The missing ordinary
matter was detected and measured by using phenomena called fast radio bursts,
or FRBs. These are powerful pulses of radio waves emanating from faraway points
in the universe. Their exact cause remains mysterious, but a leading hypothesis
is that they are produced by highly magnetized neutron stars, which are compact
stellar embers left over after a massive star dies in a supernova explosion.
As light in the radio
wave frequencies travels from the source to Earth, it becomes dispersed into
different wavelengths, just like a prism turns sunlight into a rainbow. The
degree of dispersion depends on how much matter is in the light’s path. This
provides the mechanism for pinpointing and measuring matter where it otherwise
would remain unfound.
Scientists used radio
waves traveling from 69 FRBs.

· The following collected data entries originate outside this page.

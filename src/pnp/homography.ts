/**
 * Plane-to-plane homography by the normalised direct linear transform (DLT).
 *
 * Estimates H (3x3, row-major, ‖H‖_F = 1) with dst ~ H·src in homogeneous
 * coordinates, from n ≥ 4 point pairs. Each pair gives two rows of A h = 0:
 *   [ 0ᵀ, −w'sᵀ, y'sᵀ ] h = 0,   [ w'sᵀ, 0ᵀ, −x'sᵀ ] h = 0,   s = (x, y, 1), w' = 1,
 * and h is the right singular vector of A for the smallest singular value.
 *
 * Hartley normalisation (R. Hartley, "In defense of the eight-point
 * algorithm", IEEE TPAMI 1997): each point set is translated so that its
 * centroid is at the origin and scaled so that the mean distance to it is √2;
 * then H = T_dst⁻¹ · H_normalised · T_src.
 *
 * Degenerate input is reported as a status, not thrown: fewer than 4 pairs,
 * non-finite coordinates, (nearly) collinear points on either side, or a
 * null space of A of dimension > 1.
 */
import { Matrix, SingularValueDecomposition } from 'ml-matrix';

export type HomographyFailure = 'too_few_points' | 'size_mismatch' | 'non_finite' | 'collinear' | 'degenerate';

export type HomographyResult =
  | { ok: true; H: Float64Array; /** σ₉/σ₈ of the normalised design matrix (0 for exact data; to a few per cent). */ conditionRatio: number }
  | { ok: false; reason: HomographyFailure; message: string };

/**
 * Collinearity threshold on the normalised 2x2 scatter: λ_min/λ_max below this
 * means the points lie on a line to within ~1e-5 of their spread (common practice).
 */
const COLLINEAR_EIG_RATIO = 1e-10;
/** A second (near-)null direction of A: σ₈/σ₁ below this is treated as rank deficiency. */
const RANK_RATIO = 1e-12;

interface Normalisation {
  /** 3x3 row-major similarity T mapping raw to normalised points. */
  T: Float64Array;
  /** Normalised coordinates, interleaved xy. */
  pts: Float64Array;
  /** λ_min/λ_max of the normalised scatter matrix. */
  eigRatio: number;
}

function normalise(xy: ArrayLike<number>, n: number): Normalisation {
  let cx = 0, cy = 0;
  for (let i = 0; i < n; i++) {
    cx += xy[2 * i]!;
    cy += xy[2 * i + 1]!;
  }
  cx /= n;
  cy /= n;
  let meanDist = 0;
  for (let i = 0; i < n; i++) {
    // sqrt of the squares rather than Math.hypot: finite pixel coordinates cannot overflow, and hypot is several times slower.
    const dx = xy[2 * i]! - cx, dy = xy[2 * i + 1]! - cy;
    meanDist += Math.sqrt(dx * dx + dy * dy);
  }
  meanDist /= n;
  const s = meanDist > 0 ? Math.SQRT2 / meanDist : 1;
  const pts = new Float64Array(2 * n);
  let sxx = 0, sxy = 0, syy = 0;
  for (let i = 0; i < n; i++) {
    const x = s * (xy[2 * i]! - cx);
    const y = s * (xy[2 * i + 1]! - cy);
    pts[2 * i] = x;
    pts[2 * i + 1] = y;
    sxx += x * x;
    sxy += x * y;
    syy += y * y;
  }
  // Eigenvalues of the 2x2 scatter [[sxx, sxy], [sxy, syy]].
  const tr = sxx + syy;
  const disc = Math.sqrt(Math.max(0, (sxx - syy) * (sxx - syy) + 4 * sxy * sxy));
  const lMax = 0.5 * (tr + disc);
  const lMin = 0.5 * (tr - disc);
  const T = Float64Array.of(s, 0, -s * cx, 0, s, -s * cy, 0, 0, 1);
  return { T, pts, eigRatio: lMax > 0 ? Math.max(lMin, 0) / lMax : 0 };
}

/**
 * estimateHomography(src, dst) → H with dst_i ~ H·src_i.
 * src, dst: interleaved xy (length 2n each). H: row-major 3x3 with ‖H‖_F = 1
 * and H[8] ≥ 0 when H[8] ≠ 0.
 */
export function estimateHomography(src: ArrayLike<number>, dst: ArrayLike<number>): HomographyResult {
  if (src.length !== dst.length || src.length % 2 !== 0) {
    return { ok: false, reason: 'size_mismatch', message: `src has ${src.length} and dst ${dst.length} coordinates; both must hold the same number of xy pairs` };
  }
  const n = src.length / 2;
  if (n < 4) return { ok: false, reason: 'too_few_points', message: `a homography needs at least 4 point pairs, got ${n}` };
  for (let i = 0; i < 2 * n; i++) {
    if (!Number.isFinite(src[i]!) || !Number.isFinite(dst[i]!)) {
      return { ok: false, reason: 'non_finite', message: `point pair ${Math.floor(i / 2)} has a non-finite coordinate` };
    }
  }
  const ns = normalise(src, n);
  const nd = normalise(dst, n);
  if (ns.eigRatio < COLLINEAR_EIG_RATIO || nd.eigRatio < COLLINEAR_EIG_RATIO) {
    const side = ns.eigRatio < COLLINEAR_EIG_RATIO ? 'source' : 'destination';
    return { ok: false, reason: 'collinear', message: `the ${side} points are collinear (scatter eigenvalue ratio ${Math.min(ns.eigRatio, nd.eigRatio).toExponential(2)}); a homography needs 4 points with no 3 on a line` };
  }
  // With 4 pairs A is 8x9; a zero row makes it square so that the SVD returns all of V.
  const rows = Math.max(2 * n, 9);
  // A stored by columns (column c at c·rows), so that the Householder
  // reflections below run over contiguous memory.
  if (designScratch.length < rows * 9) designScratch = new Float64Array(rows * 9);
  const a = designScratch;
  a.fill(0, 0, rows * 9);
  for (let i = 0; i < n; i++) {
    const x = ns.pts[2 * i]!, y = ns.pts[2 * i + 1]!;
    const xp = nd.pts[2 * i]!, yp = nd.pts[2 * i + 1]!;
    const r0 = 2 * i, r1 = r0 + 1;
    a[3 * rows + r0] = -x; a[4 * rows + r0] = -y; a[5 * rows + r0] = -1;
    a[6 * rows + r0] = yp * x; a[7 * rows + r0] = yp * y; a[8 * rows + r0] = yp;
    a[r1] = x; a[rows + r1] = y; a[2 * rows + r1] = 1;
    a[6 * rows + r1] = -xp * x; a[7 * rows + r1] = -xp * y; a[8 * rows + r1] = -xp;
  }
  // A's singular values and right singular vectors are those of its 9x9 triangular factor.
  const R = householderRByColumns(a, rows, 9);
  const fast = nullVectorByInverseIteration(R);
  let Hn: Float64Array;
  let conditionRatio: number;
  if (fast) {
    Hn = fast.v;
    conditionRatio = fast.sigma9 / fast.sigma8;
  } else {
    const A = new Matrix(9, 9);
    for (let i = 0; i < 9; i++) for (let j = 0; j < 9; j++) A.set(i, j, R[i * 9 + j]!);
    const svd = new SingularValueDecomposition(A, { autoTranspose: false });
    const sv = svd.diagonal;
    // ml-matrix returns singular values in descending order; find the smallest explicitly.
    let iMin = 0;
    for (let i = 1; i < 9; i++) if (sv[i]! < sv[iMin]!) iMin = i;
    const sorted = [...sv].sort((a, b) => b - a);
    if (sorted[7]! <= RANK_RATIO * sorted[0]!) {
      return { ok: false, reason: 'degenerate', message: `the point configuration does not determine a unique homography (second smallest singular value ${sorted[7]!.toExponential(2)} relative to ${sorted[0]!.toExponential(2)})` };
    }
    const V = svd.rightSingularVectors;
    Hn = new Float64Array(9);
    for (let k = 0; k < 9; k++) Hn[k] = V.get(k, iMin);
    conditionRatio = sorted[8]! / sorted[7]!;
  }
  // H = T_dst⁻¹ · Hn · T_src.
  const Td = nd.T;
  const sd = Td[0]!;
  const TdInv = Float64Array.of(1 / sd, 0, -Td[2]! / sd, 0, 1 / sd, -Td[5]! / sd, 0, 0, 1);
  const H = mul3(mul3(TdInv, Hn), ns.T);
  let norm = 0;
  for (let k = 0; k < 9; k++) norm += H[k]! * H[k]!;
  norm = Math.sqrt(norm);
  const sign = H[8]! < 0 ? -1 : 1;
  for (let k = 0; k < 9; k++) H[k] = (sign * H[k]!) / norm;
  return { ok: true, H, conditionRatio };
}

/** Applies H to (x, y): returns (x', y') = dehomogenised H·(x, y, 1). */
export function applyHomography(H: ArrayLike<number>, x: number, y: number, out: Float64Array = new Float64Array(2)): Float64Array {
  const w = H[6]! * x + H[7]! * y + H[8]!;
  out[0] = (H[0]! * x + H[1]! * y + H[2]!) / w;
  out[1] = (H[3]! * x + H[4]! * y + H[5]!) / w;
  return out;
}

let designScratch = new Float64Array(0);

/**
 * Triangular factor R (n x n, row-major, upper) of the QR factorisation of
 * the m x n matrix A given by columns (column j at A[j·m …], overwritten), by
 * Householder reflections: the same arithmetic as linalg/small.ts
 * householderR (RᵀR = AᵀA, no squaring of the condition number), with every
 * inner loop over contiguous memory.
 */
function householderRByColumns(A: Float64Array, m: number, n: number): Float64Array {
  for (let k = 0; k < n; k++) {
    const ck = k * m;
    let norm = 0;
    for (let i = k; i < m; i++) norm += A[ck + i]! * A[ck + i]!;
    norm = Math.sqrt(norm);
    if (norm === 0) continue;
    const alpha = A[ck + k]! > 0 ? -norm : norm;
    // v = x − alpha e_k, stored in column k from row k on (v_k in place of A[k][k]).
    const vk = A[ck + k]! - alpha;
    A[ck + k] = vk;
    let vnorm2 = vk * vk;
    for (let i = k + 1; i < m; i++) vnorm2 += A[ck + i]! * A[ck + i]!;
    if (vnorm2 === 0) {
      A[ck + k] = alpha;
      continue;
    }
    for (let j = k + 1; j < n; j++) {
      const cj = j * m;
      let dot = 0;
      for (let i = k; i < m; i++) dot += A[ck + i]! * A[cj + i]!;
      const f = (2 * dot) / vnorm2;
      for (let i = k; i < m; i++) A[cj + i] = A[cj + i]! - f * A[ck + i]!;
    }
    A[ck + k] = alpha;
  }
  const R = new Float64Array(n * n);
  for (let i = 0; i < n; i++) for (let j = i; j < n; j++) R[i * n + j] = A[j * m + i]!;
  return R;
}

/**
 * Fast path for the right singular vector of the smallest singular value of
 * the 9x9 upper-triangular R: inverse iteration on RᵀR through two
 * triangular solves per step, x ← R⁻¹R⁻ᵀx / ‖·‖ (Golub & Van Loan, Matrix
 * Computations, §7.6.1), which converges at the rate (σ₉/σ₈)² without
 * forming RᵀR. A pivot below 1e-15·‖R‖_F (exact data, σ₉ ≈ 0) is replaced by
 * that value, which only speeds the iteration up. σ₈ is then estimated by the
 * same iteration restricted to the complement of v₉: ‖R x‖ for the unit x
 * is an upper bound that decreases towards σ₈ (components along σ_j decay as
 * (σ₈/σ_j)^2k); at most 12 steps, stopping when it changes by less than
 * 1e-3 relative. That is ample for the rank test (any direction with
 * σ_j ≥ 1e-6‖R‖ has decayed when σ₈ is at the 1e-12 rank threshold) and makes
 * conditionRatio accurate to a few per cent. Returns null, so that the caller falls back to a full SVD, when
 * σ₈ < 1e-6·‖R‖_F (near rank deficiency: the degenerate cases) or either
 * iteration fails to settle.
 */
function nullVectorByInverseIteration(R: Float64Array): { v: Float64Array; sigma8: number; sigma9: number } | null {
  let fro2 = 0;
  for (let k = 0; k < 81; k++) fro2 += R[k]! * R[k]!;
  const fro = Math.sqrt(fro2);
  if (!(fro > 0) || !Number.isFinite(fro)) return null;
  const d = new Float64Array(9);
  const floor = 1e-15 * fro;
  for (let i = 0; i < 9; i++) {
    const r = R[i * 10]!;
    d[i] = Math.abs(r) >= floor ? r : r < 0 ? -floor : floor;
  }
  const y = new Float64Array(9);
  const z = new Float64Array(9);
  // z = R⁻¹ R⁻ᵀ x
  const step = (x: Float64Array): void => {
    for (let i = 0; i < 9; i++) {
      let s = x[i]!;
      for (let k = 0; k < i; k++) s -= R[k * 9 + i]! * y[k]!;
      y[i] = s / d[i]!;
    }
    for (let i = 8; i >= 0; i--) {
      let s = y[i]!;
      for (let k = i + 1; k < 9; k++) s -= R[i * 9 + k]! * z[k]!;
      z[i] = s / d[i]!;
    }
  };
  const normR = (x: Float64Array): number => {
    let s2 = 0;
    for (let i = 0; i < 9; i++) {
      let s = 0;
      for (let k = i; k < 9; k++) s += R[i * 9 + k]! * x[k]!;
      s2 += s * s;
    }
    return Math.sqrt(s2);
  };
  const v = new Float64Array(9).fill(1 / 3);
  let converged = false;
  for (let it = 0; it < 200 && !converged; it++) {
    step(v);
    let n2 = 0;
    for (let i = 0; i < 9; i++) n2 += z[i]! * z[i]!;
    const n = Math.sqrt(n2);
    if (!(n > 0) || !Number.isFinite(n)) return null;
    // Change of direction (sign-insensitive): ‖z/n − sign·v‖∞.
    let dot = 0;
    for (let i = 0; i < 9; i++) dot += z[i]! * v[i]!;
    const sign = dot < 0 ? -1 : 1;
    let change = 0;
    for (let i = 0; i < 9; i++) {
      const vi = (sign * z[i]!) / n;
      change = Math.max(change, Math.abs(vi - v[i]!));
      v[i] = vi;
    }
    converged = change <= 1e-14;
  }
  if (!converged) return null;
  const sigma9 = normR(v);
  // σ₈: iterate in the complement of v.
  const w = new Float64Array(9);
  for (let i = 0; i < 9; i++) w[i] = i % 2 === 0 ? 1 : -1;
  let sigma8 = NaN;
  let settled = false;
  for (let it = 0; it < 12 && !settled; it++) {
    let p = 0;
    for (let i = 0; i < 9; i++) p += w[i]! * v[i]!;
    for (let i = 0; i < 9; i++) w[i] = w[i]! - p * v[i]!;
    let n2 = 0;
    for (let i = 0; i < 9; i++) n2 += w[i]! * w[i]!;
    const n = Math.sqrt(n2);
    if (!(n > 0) || !Number.isFinite(n)) return null;
    for (let i = 0; i < 9; i++) w[i] = w[i]! / n;
    const s8 = normR(w);
    settled = Math.abs(s8 - sigma8) <= 1e-3 * s8;
    sigma8 = s8;
    step(w);
    w.set(z);
  }
  if (!(sigma8 >= 1e-6 * fro)) return null;
  return { v, sigma8, sigma9 };
}

function mul3(A: ArrayLike<number>, B: ArrayLike<number>): Float64Array {
  const C = new Float64Array(9);
  for (let i = 0; i < 3; i++)
    for (let j = 0; j < 3; j++) C[i * 3 + j] = A[i * 3]! * B[j]! + A[i * 3 + 1]! * B[3 + j]! + A[i * 3 + 2]! * B[6 + j]!;
  return C;
}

Of these, 39 were discovered using a network of
110 telescopes located at Caltech’s Owens Valley Radio Observatory near Bishop,
California, which is called the Deep Synoptic Array. The remaining 30 FRBs were
discovered using other telescopes.
The FRBs were located
at distances up to 9.1 billion light-years from Earth, which is the farthest of
these on record. A light-year is the distance light travels in a year (5.9
trillion miles/9.5 trillion km).
With all the ordinary
matter accounted for, researchers were able to determine its distribution.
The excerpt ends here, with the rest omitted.